● **Your assignment**: Transcribe the following records in full, exactly as shown.

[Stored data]
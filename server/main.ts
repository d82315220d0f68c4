import { createServer } from 'node:http';
import type { RequestListener, Server } from 'node:http';
import type { AddressInfo } from 'node:net';
import { availableParallelism } from 'node:os';
import { FolderInUseError, FolderLock } from '../db/folder-lock';
import { openEmbedded, openPostgres } from '../db/client';
import type { Database } from '../db/client';
import { unreadRawFiles } from '../db/queries/raw-files';
import { runsInStates } from '../db/queries/runs';
import { createPool } from '../workers/node/pool';
import { createApp } from './app';
import { createAuth } from './auth/auth';
import { demoAccounts } from './auth/demo-accounts';
import { authSecret } from './auth/secret';
import { isLoopbackHost, readConfig } from './config';
import type { Config } from './config';
import type { Deps } from './deps';
import { EventHub } from './events/hub';
import { computeRun } from './jobs/compute-run';
import { JobQueue } from './jobs/queue';
import { readRawFile } from './jobs/read-raw-file';
import { createLog } from './log';
import { outbox } from './mail/outbox';
import { softwareVersion } from './paths';
import { seedDemoPeople, seedDemoRecords } from './seed/demo';
import { seedFirstGroup } from './seed/first-group';
import { ObjectStore } from './storage/object-store';

/** Start-up and shutdown of the server process. */

const SHUTDOWN_MS = 10_000;

async function main(): Promise<void> {
  const config = readConfig(process.env);
  const log = createLog(config.logLevel, config.logFile);
  const { database, release } = await openData(config);
  const storage = new ObjectStore(config.dataFolder);
  await storage.prepare();
  const workers = config.workers ?? Math.max(1, availableParallelism());
  const engine = createPool(workers);
  const queue = new JobQueue(database, log, workers);
  // The port is known only once it listens: who asks before the rest stands is told to come again, and not left waiting.
  let answer: RequestListener = (_req, res) => {
    res.writeHead(503, { 'retry-after': '1' }).end();
  };
  const server = createServer((req, res) => answer(req, res));
  const port = await listen(server, config);
  const baseUrl =
    config.publicUrl ?? `http://${config.host.includes(':') ? `[${config.host}]` : config.host}:${port}`;
  const trustedOrigins = originsOf(baseUrl, port, config);
  const deps: Deps = {
    config,
    db: database.db,
    auth: createAuth({
      db: database.db,
      secret: await authSecret(config.dataFolder),
      baseUrl,
      trustedOrigins,
      sendMail: outbox(config.dataFolder),
      log,
    }),
    storage,
    events: new EventHub(),
    jobs: queue,
    log,
    startUp: { ready: false, progress: 'Opening the bench', hasDemo: false },
    rateLimits: { general: 3000, signIn: 30 },
    trustedOrigins,
  };
  answer = createApp(deps);

  const stopping = new AbortController();
  const stop = shutdown({
    server,
    deps,
    queue,
    stopping,
    close: [() => engine.close(), () => database.close(), release],
  });
  process.on('SIGINT', stop);
  process.on('SIGTERM', stop);

  await queue.open();
  const madeFirst = await seedFirstGroup(deps);
  const seedRecords = await seedDemoPeople(deps);
  await queue.begin(
    {
      readRawFile: (id, isLastTry, signal) => readRawFile(deps, engine, id, isLastTry, signal),
      computeRun: (id, isLastTry, signal) => computeRun(deps, engine, id, isLastTry, signal),
    },
    {
      rawFileIds: (await unreadRawFiles(deps.db)).map((row) => row.id),
      runIds: (await runsInStates(deps.db, ['waiting', 'reading', 'computing'])).map((row) => row.id),
    },
  );
  deps.startUp.ready = true;
  deps.startUp.progress = null;
  welcome(config, baseUrl, deps, madeFirst);
  if (seedRecords) {
    try {
      await seedDemoRecords(deps, stopping.signal);
    } catch (cause) {
      deps.startUp.progress = null;
      if (!stopping.signal.aborted)
        log.error({ err: cause }, 'the demonstration could not be completed; it goes on at the next start');
    }
  }
}

async function openData(config: Config): Promise<{ database: Database; release: () => Promise<void> }> {
  if (config.databaseUrl === null) {
    return {
      database: await openEmbedded(config.dataFolder, config.cacheFolder),
      release: async () => undefined,
    };
  }
  // The rows are elsewhere, the files are not: they too belong to one server.
  const lock = await FolderLock.take(config.dataFolder);
  return { database: await openPostgres(config.databaseUrl), release: () => lock.release() };
}

function listen(server: Server, config: Config): Promise<number> {
  return new Promise((resolve, reject) => {
    server.once('error', reject);
    server.listen(config.port, config.host, () => {
      server.off('error', reject);
      resolve((server.address() as AddressInfo).port);
    });
  });
}

/** Where changes may come from: the own address, and on loopback its other names. */
function originsOf(baseUrl: string, port: number, config: Config): string[] {
  const origins = [new URL(baseUrl).origin];
  if (isLoopbackHost(config.host)) {
    origins.push(`http://127.0.0.1:${port}`, `http://localhost:${port}`, `http://[::1]:${port}`);
  }
  if (config.devOrigin !== null) origins.push(config.devOrigin);
  return [...new Set(origins)];
}

/** In this order: no new work, open requests end, event streams end, jobs stop at a safe place, everything is closed. */
function shutdown(parts: {
  server: Server;
  deps: Deps;
  queue: JobQueue;
  stopping: AbortController;
  close: (() => Promise<void>)[];
}): () => void {
  const { server, deps, queue, stopping } = parts;
  let isStopping = false;
  return () => {
    if (isStopping) process.exit(1);
    isStopping = true;
    stopping.abort(new Error('the server is shutting down'));
    void (async () => {
      deps.startUp.ready = false;
      const closed = new Promise<void>((resolve) => server.close(() => resolve()));
      deps.events.close();
      server.closeIdleConnections();
      await queue.close(SHUTDOWN_MS);
      server.closeAllConnections();
      await closed;
      for (const close of parts.close) await close();
      process.exit(0);
    })().catch((cause: unknown) => {
      deps.log.error({ err: cause }, 'shutdown');
      process.exit(1);
    });
  };
}

function welcome(config: Config, baseUrl: string, deps: Deps, madeFirst: boolean): void {
  console.log(`Gustbook ${softwareVersion} is at ${baseUrl}`);
  if (deps.startUp.hasDemo && isLoopbackHost(config.host)) {
    console.log('\nInvented demonstration; sign in as');
    for (const account of demoAccounts) {
      console.log(`  ${account.role.padEnd(10)}  ${account.email.padEnd(28)}  ${account.password}`);
    }
  }
  if (madeFirst) console.log(`\nThe link for the first lead lies in ${config.dataFolder}/outbox`);
}

main().catch((cause: unknown) => {
  const known =
    cause instanceof FolderInUseError || (cause instanceof Error && cause.message.startsWith('The settings'));
  const inUse = (cause as NodeJS.ErrnoException).code === 'EADDRINUSE';
  if (inUse) console.error('The port is taken by another program. Choose another one with PORT=….');
  else console.error(known ? (cause as Error).message : cause);
  process.exit(1);
});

● **Result**:
filename server/main.ts
repository d82315220d0f68c4
import { createServer } from 'node:http';
import type { RequestListener, Server } from 'node:http';
import type { AddressInfo } from 'node:net';
import { availableParallelism } from 'node:os';
import { FolderInUseError, FolderLock } from '../db/folder-lock';
import { openEmbedded, openPostgres } from '../db/client';
import type { Database } from '../db/client';
import { unreadRawFiles } from '../db/queries/raw-files';
import { runsInStates } from '../db/queries/runs';
import { createPool } from '../workers/node/pool';
import { createApp } from './app';
import { createAuth } from './auth/auth';
import { demoAccounts } from './auth/demo-accounts';
import { authSecret } from './auth/secret';
import { isLoopbackHost, readConfig } from './config';
import type { Config } from './config';
import type { Deps } from './deps';
import { EventHub } from './events/hub';
import { computeRun } from './jobs/compute-run';
import { JobQueue } from './jobs/queue';
import { readRawFile } from './jobs/read-raw-file';
import { createLog } from './log';
import { outbox } from './mail/outbox';
import { softwareVersion } from './paths';
import { seedDemoPeople, seedDemoRecords } from './seed/demo';
import { seedFirstGroup } from './seed/first-group';
import { ObjectStore } from './storage/object-store';

/** Start-up and shutdown of the server process. */

const SHUTDOWN_MS = 10_000;

async function main(): Promise<void> {
  const config = readConfig(process.env);
  const log = createLog(config.logLevel, config.logFile);
  const { database, release } = await openData(config);
  const storage = new ObjectStore(config.dataFolder);
  await storage.prepare();
  const workers = config.workers ?? Math.max(1, availableParallelism());
  const engine = createPool(workers);
  const queue = new JobQueue(database, log, workers);
  // The port is known only once it listens: who asks before the rest stands is told to come again, and not left waiting.
  let answer: RequestListener = (_req, res) => {
    res.writeHead(503, { 'retry-after': '1' }).end();
  };
  const server = createServer((req, res) => answer(req, res));
  const port = await listen(server, config);
  const baseUrl =
    config.publicUrl ?? `http://${config.host.includes(':') ? `[${config.host}]` : config.host}:${port}`;
  const trustedOrigins = originsOf(baseUrl, port, config);
  const deps: Deps = {
    config,
    db: database.db,
    auth: createAuth({
      db: database.db,
      secret: await authSecret(config.dataFolder),
      baseUrl,
      trustedOrigins,
      sendMail: outbox(config.dataFolder),
      log,
    }),
    storage,
    events: new EventHub(),
    jobs: queue,
    log,
    startUp: { ready: false, progress: 'Opening the bench', hasDemo: false },
    rateLimits: { general: 3000, signIn: 30 },
    trustedOrigins,
  };
  answer = createApp(deps);

  const stopping = new AbortController();
  const stop = shutdown({
    server,
    deps,
    queue,
    stopping,
    close: [() => engine.close(), () => database.close(), release],
  });
  process.on('SIGINT', stop);
  process.on('SIGTERM', stop);

  await queue.open();
  const madeFirst = await seedFirstGroup(deps);
  const seedRecords = await seedDemoPeople(deps);
  await queue.begin(
    {
      readRawFile: (id, isLastTry, signal) => readRawFile(deps, engine, id, isLastTry, signal),
      computeRun: (id, isLastTry, signal) => computeRun(deps, engine, id, isLastTry, signal),
    },
    {
      rawFileIds: (await unreadRawFiles(deps.db)).map((row) => row.id),
      runIds: (await runsInStates(deps.db, ['waiting', 'reading', 'computing'])).map((row) => row.id),
    },
  );
  deps.startUp.ready = true;
  deps.startUp.progress = null;
  welcome(config, baseUrl, deps, madeFirst);
  if (seedRecords) {
    try {
      await seedDemoRecords(deps, stopping.signal);
    } catch (cause) {
      deps.startUp.progress = null;
      if (!stopping.signal.aborted)
        log.error({ err: cause }, 'the demonstration could not be completed; it goes on at the next start');
    }
  }
}

async function openData(config: Config): Promise<{ database: Database; release: () => Promise<void> }> {
  if (config.databaseUrl === null) {
    return {
      database: await openEmbedded(config.dataFolder, config.cacheFolder),
      release: async () => undefined,
    };
  }
  // The rows are elsewhere, the files are not: they too belong to one server.
  const lock = await FolderLock.take(config.dataFolder);
  return { database: await openPostgres(config.databaseUrl), release: () => lock.release() };
}

function listen(server: Server, config: Config): Promise<number> {
  return new Promise((resolve, reject) => {
    server.once('error', reject);
    server.listen(config.port, config.host, () => {
      server.off('error', reject);
      resolve((server.address() as AddressInfo).port);
    });
  });
}

/** Where changes may come from: the own address, and on loopback its other names. */
function originsOf(baseUrl: string, port: number, config: Config): string[] {
  const origins = [new URL(baseUrl).origin];
  if (isLoopbackHost(config.host)) {
    origins.push(`http://127.0.0.1:${port}`, `http://localhost:${port}`, `http://[::1]:${port}`);
  }
  if (config.devOrigin !== null) origins.push(config.devOrigin);
  return [...new Set(origins)];
}

/** In this order: no new work, open requests end, event streams end, jobs stop at a safe place, everything is closed. */
function shutdown(parts: {
  server: Server;
  deps: Deps;
  queue: JobQueue;
  stopping: AbortController;
  close: (() => Promise<void>)[];
}): () => void {
  const { server, deps, queue, stopping } = parts;
  let isStopping = false;
  return () => {
    if (isStopping) process.exit(1);
    isStopping = true;
    stopping.abort(new Error('the server is shutting down'));
    void (async () => {
      deps.startUp.ready = false;
      const closed = new Promise<void>((resolve) => server.close(() => resolve()));
      deps.events.close();
      server.closeIdleConnections();
      await queue.close(SHUTDOWN_MS);
      server.closeAllConnections();
      await closed;
      for (const close of parts.close) await close();
      process.exit(0);
    })().catch((cause: unknown) => {
      deps.log.error({ err: cause }, 'shutdown');
      process.exit(1);
    });
  };
}

function welcome(config: Config, baseUrl: string, deps: Deps, madeFirst: boolean): void {
  console.log(`Gustbook ${softwareVersion} is at ${baseUrl}`);
  if (deps.startUp.hasDemo && isLoopbackHost(config.host)) {
    console.log('\nInvented demonstration; sign in as');
    for (const account of demoAccounts) {
      console.log(`  ${account.role.padEnd(10)}  ${account.email.padEnd(28)}  ${account.password}`);
    }
  }
  if (madeFirst) console.log(`\nThe link for the first lead lies in ${config.dataFolder}/outbox`);
}

main().catch((cause: unknown) => {
  const known =
    cause instanceof FolderInUseError || (cause instanceof Error && cause.message.startsWith('The settings'));
  const inUse = (cause as NodeJS.ErrnoException).code === 'EADDRINUSE';
  if (inUse) console.error('The port is taken by another program. Choose another one with PORT=….');
  else console.error(known ? (cause as Error).message : cause);
  process.exit(1);
});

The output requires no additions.